--- WORK TO COMPLETE ---
Using the listing below, please gather every line containing the word "isNaN".

———

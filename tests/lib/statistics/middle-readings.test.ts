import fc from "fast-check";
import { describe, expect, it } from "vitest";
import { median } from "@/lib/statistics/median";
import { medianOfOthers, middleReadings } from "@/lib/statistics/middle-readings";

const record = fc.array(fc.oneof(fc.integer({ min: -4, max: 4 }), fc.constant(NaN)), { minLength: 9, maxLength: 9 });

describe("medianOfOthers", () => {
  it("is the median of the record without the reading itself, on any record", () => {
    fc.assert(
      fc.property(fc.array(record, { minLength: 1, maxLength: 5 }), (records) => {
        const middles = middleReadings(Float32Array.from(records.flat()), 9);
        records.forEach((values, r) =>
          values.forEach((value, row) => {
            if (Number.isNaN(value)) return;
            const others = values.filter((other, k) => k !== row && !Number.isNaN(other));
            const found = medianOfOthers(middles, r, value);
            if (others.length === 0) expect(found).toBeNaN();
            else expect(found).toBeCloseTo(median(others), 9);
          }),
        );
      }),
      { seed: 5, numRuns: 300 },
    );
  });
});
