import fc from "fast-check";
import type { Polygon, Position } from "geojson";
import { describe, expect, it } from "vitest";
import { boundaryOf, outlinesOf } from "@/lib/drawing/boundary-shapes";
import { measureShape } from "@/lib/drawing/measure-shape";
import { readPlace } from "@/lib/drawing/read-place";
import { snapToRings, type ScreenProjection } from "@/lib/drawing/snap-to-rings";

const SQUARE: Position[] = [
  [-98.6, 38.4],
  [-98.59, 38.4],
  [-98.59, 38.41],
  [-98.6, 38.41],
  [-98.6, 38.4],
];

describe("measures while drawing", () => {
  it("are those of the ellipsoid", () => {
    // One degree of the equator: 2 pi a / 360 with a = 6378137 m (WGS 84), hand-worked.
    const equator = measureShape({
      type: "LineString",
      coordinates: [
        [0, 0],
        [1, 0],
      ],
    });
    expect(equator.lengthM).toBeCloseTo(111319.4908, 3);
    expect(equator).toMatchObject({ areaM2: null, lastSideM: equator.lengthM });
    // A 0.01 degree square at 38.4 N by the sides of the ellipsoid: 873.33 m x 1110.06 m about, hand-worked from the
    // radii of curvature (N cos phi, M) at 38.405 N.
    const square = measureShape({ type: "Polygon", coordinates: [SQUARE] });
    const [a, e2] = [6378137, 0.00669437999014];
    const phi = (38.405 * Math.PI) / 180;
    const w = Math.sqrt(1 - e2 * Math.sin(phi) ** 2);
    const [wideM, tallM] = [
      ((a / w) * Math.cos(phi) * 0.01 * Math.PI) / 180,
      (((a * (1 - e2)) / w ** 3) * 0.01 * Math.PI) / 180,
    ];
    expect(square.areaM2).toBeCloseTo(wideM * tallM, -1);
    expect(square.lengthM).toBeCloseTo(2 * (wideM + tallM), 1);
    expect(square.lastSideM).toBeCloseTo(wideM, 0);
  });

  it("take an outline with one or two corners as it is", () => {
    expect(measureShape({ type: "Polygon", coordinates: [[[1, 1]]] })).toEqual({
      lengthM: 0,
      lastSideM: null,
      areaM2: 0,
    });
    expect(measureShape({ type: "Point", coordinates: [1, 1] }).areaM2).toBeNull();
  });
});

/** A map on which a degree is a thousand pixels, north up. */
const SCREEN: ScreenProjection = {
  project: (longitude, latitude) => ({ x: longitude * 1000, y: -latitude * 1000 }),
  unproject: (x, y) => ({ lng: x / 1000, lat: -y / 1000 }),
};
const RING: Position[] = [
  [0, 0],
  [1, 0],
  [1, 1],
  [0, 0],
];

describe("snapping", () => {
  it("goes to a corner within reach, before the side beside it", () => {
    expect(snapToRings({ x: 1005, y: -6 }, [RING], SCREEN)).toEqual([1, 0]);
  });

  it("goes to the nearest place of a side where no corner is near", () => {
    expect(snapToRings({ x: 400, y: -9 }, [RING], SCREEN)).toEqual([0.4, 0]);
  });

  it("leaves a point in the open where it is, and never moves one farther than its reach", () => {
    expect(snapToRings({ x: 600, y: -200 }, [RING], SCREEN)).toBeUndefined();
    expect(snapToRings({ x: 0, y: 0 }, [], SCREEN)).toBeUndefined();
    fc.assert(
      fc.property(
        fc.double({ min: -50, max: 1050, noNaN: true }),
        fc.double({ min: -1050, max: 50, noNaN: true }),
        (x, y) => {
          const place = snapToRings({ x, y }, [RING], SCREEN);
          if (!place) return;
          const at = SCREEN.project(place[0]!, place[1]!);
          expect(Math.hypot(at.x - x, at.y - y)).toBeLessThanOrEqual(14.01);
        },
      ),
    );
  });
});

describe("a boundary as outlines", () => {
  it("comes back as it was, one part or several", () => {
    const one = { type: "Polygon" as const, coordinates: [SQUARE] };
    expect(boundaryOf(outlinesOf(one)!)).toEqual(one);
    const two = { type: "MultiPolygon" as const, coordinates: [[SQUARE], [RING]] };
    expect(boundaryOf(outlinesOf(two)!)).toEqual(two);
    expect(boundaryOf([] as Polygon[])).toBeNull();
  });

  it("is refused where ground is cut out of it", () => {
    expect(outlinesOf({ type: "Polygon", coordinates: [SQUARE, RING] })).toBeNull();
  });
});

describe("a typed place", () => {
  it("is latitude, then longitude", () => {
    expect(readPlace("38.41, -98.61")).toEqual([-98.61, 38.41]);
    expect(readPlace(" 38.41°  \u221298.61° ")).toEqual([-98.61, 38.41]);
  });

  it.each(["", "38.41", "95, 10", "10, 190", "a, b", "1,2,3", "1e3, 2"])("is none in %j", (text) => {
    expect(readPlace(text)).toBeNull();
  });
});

———

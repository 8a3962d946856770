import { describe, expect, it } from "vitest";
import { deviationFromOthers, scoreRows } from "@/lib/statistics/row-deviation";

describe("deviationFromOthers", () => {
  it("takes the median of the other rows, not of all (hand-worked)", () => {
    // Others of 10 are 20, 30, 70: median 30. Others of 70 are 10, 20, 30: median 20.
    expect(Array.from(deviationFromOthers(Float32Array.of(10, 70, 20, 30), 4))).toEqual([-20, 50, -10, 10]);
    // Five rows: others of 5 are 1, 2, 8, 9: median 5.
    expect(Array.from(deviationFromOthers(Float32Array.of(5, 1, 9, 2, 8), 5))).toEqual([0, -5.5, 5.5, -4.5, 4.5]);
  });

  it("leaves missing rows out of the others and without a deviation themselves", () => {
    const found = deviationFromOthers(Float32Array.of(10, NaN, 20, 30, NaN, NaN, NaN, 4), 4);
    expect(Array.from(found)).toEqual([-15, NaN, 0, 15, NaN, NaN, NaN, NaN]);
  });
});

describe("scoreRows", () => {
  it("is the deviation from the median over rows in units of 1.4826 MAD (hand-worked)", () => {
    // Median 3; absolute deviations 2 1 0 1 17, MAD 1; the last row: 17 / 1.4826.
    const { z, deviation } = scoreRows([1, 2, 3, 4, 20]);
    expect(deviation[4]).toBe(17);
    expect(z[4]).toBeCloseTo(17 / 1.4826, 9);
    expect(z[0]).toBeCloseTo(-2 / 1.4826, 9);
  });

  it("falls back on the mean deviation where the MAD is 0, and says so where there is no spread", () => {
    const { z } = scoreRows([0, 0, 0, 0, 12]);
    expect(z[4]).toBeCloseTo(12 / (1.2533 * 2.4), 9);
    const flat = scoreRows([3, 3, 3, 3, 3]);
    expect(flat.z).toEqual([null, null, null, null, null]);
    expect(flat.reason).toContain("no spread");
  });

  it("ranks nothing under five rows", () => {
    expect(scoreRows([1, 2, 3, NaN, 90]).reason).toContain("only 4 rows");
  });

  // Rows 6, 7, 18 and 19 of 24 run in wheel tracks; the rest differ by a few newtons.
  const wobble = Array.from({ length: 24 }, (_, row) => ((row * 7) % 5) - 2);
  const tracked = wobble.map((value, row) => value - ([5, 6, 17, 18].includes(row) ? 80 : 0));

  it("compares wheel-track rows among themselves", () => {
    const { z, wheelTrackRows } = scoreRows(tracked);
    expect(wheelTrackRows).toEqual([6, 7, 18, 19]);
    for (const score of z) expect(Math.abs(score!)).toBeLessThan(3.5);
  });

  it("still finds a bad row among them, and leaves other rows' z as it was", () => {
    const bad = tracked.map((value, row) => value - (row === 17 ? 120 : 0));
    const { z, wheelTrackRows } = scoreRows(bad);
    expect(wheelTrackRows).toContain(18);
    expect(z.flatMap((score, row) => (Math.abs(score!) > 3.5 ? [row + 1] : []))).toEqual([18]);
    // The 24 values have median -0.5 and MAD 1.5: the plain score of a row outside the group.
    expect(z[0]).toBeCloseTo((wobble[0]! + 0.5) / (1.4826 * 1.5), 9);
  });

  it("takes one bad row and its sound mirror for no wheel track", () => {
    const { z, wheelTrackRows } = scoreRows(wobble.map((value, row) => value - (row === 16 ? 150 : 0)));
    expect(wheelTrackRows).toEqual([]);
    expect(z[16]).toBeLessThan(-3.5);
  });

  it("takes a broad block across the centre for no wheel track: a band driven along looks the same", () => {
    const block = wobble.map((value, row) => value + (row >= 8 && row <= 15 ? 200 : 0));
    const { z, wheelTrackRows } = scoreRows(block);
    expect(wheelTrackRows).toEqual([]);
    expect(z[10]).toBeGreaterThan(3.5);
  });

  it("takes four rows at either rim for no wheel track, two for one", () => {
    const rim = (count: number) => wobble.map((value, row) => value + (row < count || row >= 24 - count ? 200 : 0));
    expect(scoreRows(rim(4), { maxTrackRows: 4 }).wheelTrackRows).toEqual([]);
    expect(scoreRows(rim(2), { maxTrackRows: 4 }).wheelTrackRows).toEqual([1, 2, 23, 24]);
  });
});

———

--- RESULT ---
            if (Number.isNaN(value)) return;
            const others = values.filter((other, k) => k !== row && !Number.isNaN(other));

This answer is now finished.